Ambassador Zahoor Ahmed from Pakistan.

Pakistan has a robust relationship with China, but we don’t want to be in a situation where we have to choose one nation over another. For us it’s a nightmare to choose. China is a very important partner for us, it came out for development in Pakistan at a time when we needed development in infrastructure, in our energy bottleneck. We are glad that it’s a win-win.

At the same time, China isn’t Pakistan’s largest trade partner, it’s the EU with the US as second and China comes in as 3rd. We are supportive of Belt and Road initiative, how it effects and is helpful in developing our countries. If the EU has counterproposals, if the US has offers, we are also willing to accept those.”

With seemingly constant political upheaval in Pakistan, is long-term collaboration possible?
”There is continuity.
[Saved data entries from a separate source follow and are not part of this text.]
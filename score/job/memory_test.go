package job

import (
	"slices"
	"testing"
)

func TestMemoryLimitFor(t *testing.T) {
	for _, c := range []struct {
		cols int
		want int64
	}{{0, MemoryLimit}, {10, MemoryLimit}, {38, MemoryLimit}, {101, 101 * memoryLimitPerColumn}} {
		if got := MemoryLimitFor(c.cols); got != c.want {
			t.Errorf("%d columns: limit %d, want %d", c.cols, got, c.want)
		}
	}
}

func TestBatchRowsFor(t *testing.T) {
	for _, c := range []struct{ cols, flag, want int }{
		{10, 65536, 65536}, {16, 65536, 65536}, {21, 65536, 49152}, {101, 65536, 10240},
		{1000, 65536, minBatchRows}, {101, 5000, 5000},
	} {
		if got := BatchRowsFor(c.cols, c.flag); got != c.want {
			t.Errorf("%d columns, batch rows %d: %d, want %d", c.cols, c.flag, got, c.want)
		}
	}
}

func TestByColumns(t *testing.T) {
	for _, c := range []struct {
		by   string
		want []string
	}{{"", nil}, {"district", []string{"district"}}, {" district , year,,", []string{"district", "year"}}} {
		f := Flags{By: c.by}
		if got := f.ByColumns(); !slices.Equal(got, c.want) {
			t.Errorf("--by %q: %q, want %q", c.by, got, c.want)
		}
	}
}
Ericsson has been in Pakistan for 60 years even though we are only 75 years old as a nation, that is a sign of confidence. Tetra Pak and Alfa Laval also have a collaboration with Pakistan that introduced environmentally friendly technology, with benefits for public health and which is now widely used in Pakistan. This is another long-term relationship. Sweden thrives on innovation and technology. Pakistan has young people hungry for knowledge, to develop their skills, to learn new sustainable technologies, renewable energy. I believe the triple helix model of Swedish innovation can be the basis of a triple helix model for our bilateral relations.”

This article is an edited version of a longer interview.